Ich kann dir folgenden Boardpartner ans Herz legen, ich selber habe aus Mangel an Zeit bis jetzt nur ganz kurz Kontakt mit ihm gehabt. Aber ich habe viele positive Rückmeldungen über ihn bekommen.

Setz dich dich einfach mal mit ihm in Kontakt um eine Beratung zubekommen, mehr als Zeit kostet der Versuch ja nicht.

Viel Erfolg und Spaß im Board noch...


----------



## HD4ever (23. Februar 2009)

*AW: Welches Echolot?*

oha ..... ob du da hier bei dem "Sportfischern" so richtige Tips für deine Verwendung bekommen wirst ... #c
das hört sich ja schon irgendwie nach nem Gerät an welches auf Fischkuttern o.ä. zu finden ist ...
viel Glück bei der Suche


----------



## kaithoma (23. Februar 2009)

*AW: Welches Echolot?*

hallo HD4ever

ich denke schon, da wir ja kein monstroeses 800 kilo geraet haben wollen tut es ein besseres amateur geraet auch....ausserdem sind philippinische fishing boote mit kuttern nicht zu vergleichen.....

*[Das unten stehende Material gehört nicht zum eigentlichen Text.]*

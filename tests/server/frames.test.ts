import { afterAll, afterEach, beforeAll, describe, expect, it } from 'vitest';
import { frameSchema, frameSummarySchema, revisionSchema, revisionSummarySchema } from '@shared/api/frames';
import { apiErrorSchema } from '@shared/api/errors';
import { projectDetailSchema } from '@shared/api/projects';
import type { ApiClient } from '../support/api-client';
import { signedIn } from '../support/api-client';
import { makeFrame, makeProject, makeUser, makeWorkshop, sampleDocument, storedFrame } from '../support/factories';
import { createTestContext, truncateAll, type TestContext } from '../support/test-app';

let ctx: TestContext;
let designer: ApiClient;
let owner: ApiClient;
let designerUser: { id: string; name: string };
let projectId: string;

beforeAll(async () => {
  ctx = await createTestContext();
  await truncateAll(ctx.orm);
  const o = await makeUser(ctx.orm, { name: 'Olive Owner' });
  const d = await makeUser(ctx.orm, { name: 'Dev Designer' });
  designerUser = d;
  const workshop = await makeWorkshop(ctx.orm, [
    { user: o, role: 'owner' },
    { user: d, role: 'designer' },
  ]);
  projectId = (await makeProject(ctx.orm, workshop)).id;
  owner = await signedIn(ctx.app, o);
  designer = await signedIn(ctx.app, d);
});
afterAll(() => ctx.close());
afterEach(() => {
  expect(ctx.loggedErrors).toEqual([]);
});

async function newFrame(name = 'Galley carcass', document = sampleDocument(2, 'v1')) {
  const res = await designer.post(`/api/projects/${projectId}/frames`, { name, document }).expect(201);
  return frameSchema.parse(res.body);
}

describe('creating and reading frames', () => {
  it('creates a frame at version 1 with the document, its member count and who saved it', async () => {
    const frame = await newFrame('Fridge housing', sampleDocument(4));
    expect(frame).toMatchObject({ name: 'Fridge housing', version: 1, memberCount: 4, projectId, role: 'designer', deletedAt: null });
    expect(frame.updatedBy).toEqual({ id: designerUser.id, name: 'Dev Designer' });
    const read = frameSchema.parse((await owner.get(`/api/frames/${frame.id}`).expect(200)).body);
    expect(read.document).toEqual(sampleDocument(4));
    expect(read.role).toBe('owner');
  });

  it('starts from an empty document when none is sent', async () => {
    const res = await designer.post(`/api/projects/${projectId}/frames`, { name: 'Blank' }).expect(201);
    expect(res.body.memberCount).toBe(0);
    expect(res.body.document).toMatchObject({ schemaVersion: 1, members: [] });
  });

  it('refuses a document that is not a frame document: 422 naming the field, nothing created', async () => {
    const before = (await owner.get(`/api/projects/${projectId}/frames`).expect(200)).body.length;
    const res = await designer.post(`/api/projects/${projectId}/frames`, { name: 'Bad', document: { schemaVersion: 1, members: 'many' } });
    expect(res.status).toBe(422);
    expect(res.body.error.code).toBe('unprocessable');
    expect(res.body.error.fields).toHaveProperty(['document.members']);
    expect((await owner.get(`/api/projects/${projectId}/frames`).expect(200)).body.length).toBe(before);
  });

  it('lists the project with its live frames', async () => {
    const frame = await newFrame('Listed');
    const project = projectDetailSchema.parse((await owner.get(`/api/projects/${projectId}`).expect(200)).body);
    expect(project.frames.map((f) => f.id)).toContain(frame.id);
  });
});

describe('saving with optimistic locking', () => {
  it('saves on the current version: version + 1, the previous document kept as a revision', async () => {
    const frame = await newFrame();
    const v2 = sampleDocument(3, 'v2');
    const res = await designer.put(`/api/frames/${frame.id}/document`, { baseVersion: 1, document: v2 }).expect(200);
    expect(res.body).toEqual({ version: 2, updatedAt: expect.any(String) });

    const stored = await storedFrame(ctx.orm, frame.id);
    expect(stored.version).toBe(2);
    expect(stored.document).toEqual(v2);
    expect(stored.memberCount).toBe(3);
    expect(stored.revisions).toEqual([{ version: 1, document: sampleDocument(2, 'v1'), memberCount: 2 }]);
  });

  it('a stale save gets 409 with the stored version, and nothing is lost or overwritten', async () => {
    const frame = await newFrame();
    const theirs = sampleDocument(5, 'theirs');
    await owner.put(`/api/frames/${frame.id}/document`, { baseVersion: 1, document: theirs }).expect(200);
    const before = await storedFrame(ctx.orm, frame.id);

    // The designer still has version 1 open and saves over it.
    const res = await designer.put(`/api/frames/${frame.id}/document`, { baseVersion: 1, document: sampleDocument(1, 'mine') });
    expect(res.status).toBe(409);
    const body = apiErrorSchema.parse(res.body);
    expect(body.error.code).toBe('version_conflict');
    expect(body.error.current).toMatchObject({ version: 2, document: theirs, savedBy: { name: 'Olive Owner' } });

    const after = await storedFrame(ctx.orm, frame.id);
    expect(after).toEqual(before);
    expect(after.document).toEqual(theirs);
    expect(after.revisions).toEqual([{ version: 1, document: sampleDocument(2, 'v1'), memberCount: 2 }]);
  });

  it('a save based on a version from the future is refused too', async () => {
    const frame = await newFrame();
    const res = await designer.put(`/api/frames/${frame.id}/document`, { baseVersion: 7, document: sampleDocument(1) });
    expect(res.status).toBe(409);
    expect((await storedFrame(ctx.orm, frame.id)).version).toBe(1);
  });

  it('two saves racing from the same version: exactly one wins, the other gets 409', async () => {
    const frame = await newFrame();
    const [a, b] = await Promise.all([
      owner.put(`/api/frames/${frame.id}/document`, { baseVersion: 1, document: sampleDocument(1, 'a') }),
      designer.put(`/api/frames/${frame.id}/document`, { baseVersion: 1, document: sampleDocument(2, 'b') }),
    ]);
    expect([a.status, b.status].sort()).toEqual([200, 409]);
    const stored = await storedFrame(ctx.orm, frame.id);
    expect(stored.version).toBe(2);
    expect(stored.revisions.map((r) => r.version)).toEqual([1]);
    expect(stored.document).toEqual(a.status === 200 ? sampleDocument(1, 'a') : sampleDocument(2, 'b'));
  });

  it('an invalid document is refused with 422 before anything is stored', async () => {
    const frame = await newFrame();
    const res = await designer.put(`/api/frames/${frame.id}/document`, { baseVersion: 1, document: { schemaVersion: 'x', members: [] } });
    expect(res.status).toBe(422);
    expect(res.body.error.fields).toHaveProperty(['document.schemaVersion']);
    const stored = await storedFrame(ctx.orm, frame.id);
    expect(stored.version).toBe(1);
    expect(stored.revisions).toEqual([]);
  });

  it('renaming leaves the version alone', async () => {
    const frame = await newFrame('Old name');
    const res = await designer.patch(`/api/frames/${frame.id}`, { name: '  New name ' }).expect(200);
    expect(frameSummarySchema.parse(res.body)).toMatchObject({ name: 'New name', version: 1 });
    const stored = await storedFrame(ctx.orm, frame.id);
    expect(stored).toMatchObject({ name: 'New name', version: 1 });
    await designer.put(`/api/frames/${frame.id}/document`, { baseVersion: 1, document: sampleDocument(1) }).expect(200);
  });
});

describe('revisions', () => {
  it('lists the current version first, then every earlier one, and returns each document', async () => {
    const frame = await newFrame();
    await designer.put(`/api/frames/${frame.id}/document`, { baseVersion: 1, document: sampleDocument(3, 'v2') }).expect(200);
    await owner.put(`/api/frames/${frame.id}/document`, { baseVersion: 2, document: sampleDocument(4, 'v3') }).expect(200);

    const list = revisionSummarySchema.array().parse((await owner.get(`/api/frames/${frame.id}/revisions`).expect(200)).body);
    expect(list.map((r) => [r.version, r.current, r.memberCount, r.savedBy?.name])).toEqual([
      [3, true, 4, 'Olive Owner'],
      [2, false, 3, 'Dev Designer'],
      [1, false, 2, 'Dev Designer'],
    ]);

    const v1 = revisionSchema.parse((await owner.get(`/api/frames/${frame.id}/revisions/1`).expect(200)).body);
    expect(v1.document).toEqual(sampleDocument(2, 'v1'));
    const v3 = revisionSchema.parse((await owner.get(`/api/frames/${frame.id}/revisions/3`).expect(200)).body);
    expect(v3.document).toEqual(sampleDocument(4, 'v3'));
    const missing = await owner.get(`/api/frames/${frame.id}/revisions/9`);
    expect(missing.status).toBe(404);
    expect(missing.body.error.fields).toHaveProperty('version');
  });
});

describe('deleting and restoring', () => {
  it('soft-deletes: gone from the live list, listed with ?deleted=true, restorable with its document', async () => {
    const frame = await newFrame('To bin');
    await designer.delete(`/api/frames/${frame.id}`).expect(204);

    const live = (await owner.get(`/api/projects/${projectId}/frames`).expect(200)).body as { id: string }[];
    expect(live.map((f) => f.id)).not.toContain(frame.id);
    const binned = frameSummarySchema.array().parse((await owner.get(`/api/projects/${projectId}/frames?deleted=true`).expect(200)).body);
    expect(binned.find((f) => f.id === frame.id)?.deletedAt).toEqual(expect.any(String));

    // A frame in the bin is in the bin only: no other route reads or edits it until it is restored.
    const save = await designer.put(`/api/frames/${frame.id}/document`, { baseVersion: 1, document: sampleDocument(1) });
    expect(save.status).toBe(404);
    expect((await designer.patch(`/api/frames/${frame.id}`, { name: 'x' })).status).toBe(404);
    expect((await designer.get(`/api/frames/${frame.id}`)).status).toBe(404);
    expect((await designer.get(`/api/frames/${frame.id}/revisions`)).status).toBe(404);

    const restored = frameSummarySchema.parse((await designer.post(`/api/frames/${frame.id}/restore`).expect(200)).body);
    expect(restored.deletedAt).toBeNull();
    const stored = await storedFrame(ctx.orm, frame.id);
    expect(stored).toMatchObject({ deletedAt: null, version: 1, document: sampleDocument(2, 'v1') });
  });

  it('frames of a deleted project are no longer reachable', async () => {
    const o = await makeUser(ctx.orm);
    const workshop = await makeWorkshop(ctx.orm, [{ user: o, role: 'owner' }]);
    const project = await makeProject(ctx.orm, workshop);
    const frame = await makeFrame(ctx.orm, project);
    const client = await signedIn(ctx.app, o);
    await client.delete(`/api/projects/${project.id}`).expect(204);
    expect((await client.get(`/api/frames/${frame.id}`)).status).toBe(404);
    expect((await client.get(`/api/projects/${project.id}`)).status).toBe(404);
    // The rows are kept (soft delete).
    expect((await storedFrame(ctx.orm, frame.id)).version).toBe(1);
  });
});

ich hab mir auch schon etliches angesehen im internet, aber mir fehlt es an der erfahrung was ich brauche und was nicht....

so sieht ein philippinisches "likom" boot aus..... allerdings ist unseres groesser....

http://images.google.com/imgres?imgurl=http://lh3.ggpht.com/_VbGdlc8bvCk/R9_ZBVCGPKI/AAAAAAAACys/olHuDgRT41o/23ManilaBay%2B001.jpg&imgrefurl=http://picasaweb.google.com/lh/photo/AAB9UHzrR61DmioBLGncaA&usg=__MOhS8-xTvrqxNVQNVKmEoDizaLM=&h=1200&w=1600&sz=20&hl=de&start=82&um=1&tbnid=plyeVXhO07eS4M:&tbnh=113&tbnw=150&prev=/images%3Fq%3Dphiilippine%2Bfishing%2Bboat%2Bpicture%26start%3D63%26ndsp%3D21%26um%3D1%26hl%3Dde%26client%3Dfirefox-a%26rls%3Dorg.mozilla:defficial%26sa%3DN


----------



## Echolotzentrum (23. Februar 2009)

*AW: Welches Echolot?*

Habe gerade mit dem Kunden auf den Philippinen gesprochen. Sehr schwierig, da was passendes in einer unteren Preisklasse zu finden.
Zumal er ein Gerät von Furuno benötigen würde für über 10000EUR um alle Wünsche abzudecken (Ortung von Schwärmen, Netzfischerei). Dieses hier z.B:




Und auch die Korrosionsfestigkeit ist ja entscheidend bei solch einem Hardcore Einsatz.
Wahrscheinlich läuft es auf ein Simrad Auslaufmodell mit viel Leistung und Haltbarkeit hinaus.

Thomas Schlageter


----------



## HD4ever (23. Februar 2009)

*AW: Welches Echolot?*



kaithoma schrieb:


> hallo HD4ever
> 
> ich denke schon, da wir ja kein monstroeses 800 kilo geraet haben wollen tut es ein besseres amateur geraet auch....ausserdem sind philippinische fishing boote mit kuttern nicht zu vergleichen.....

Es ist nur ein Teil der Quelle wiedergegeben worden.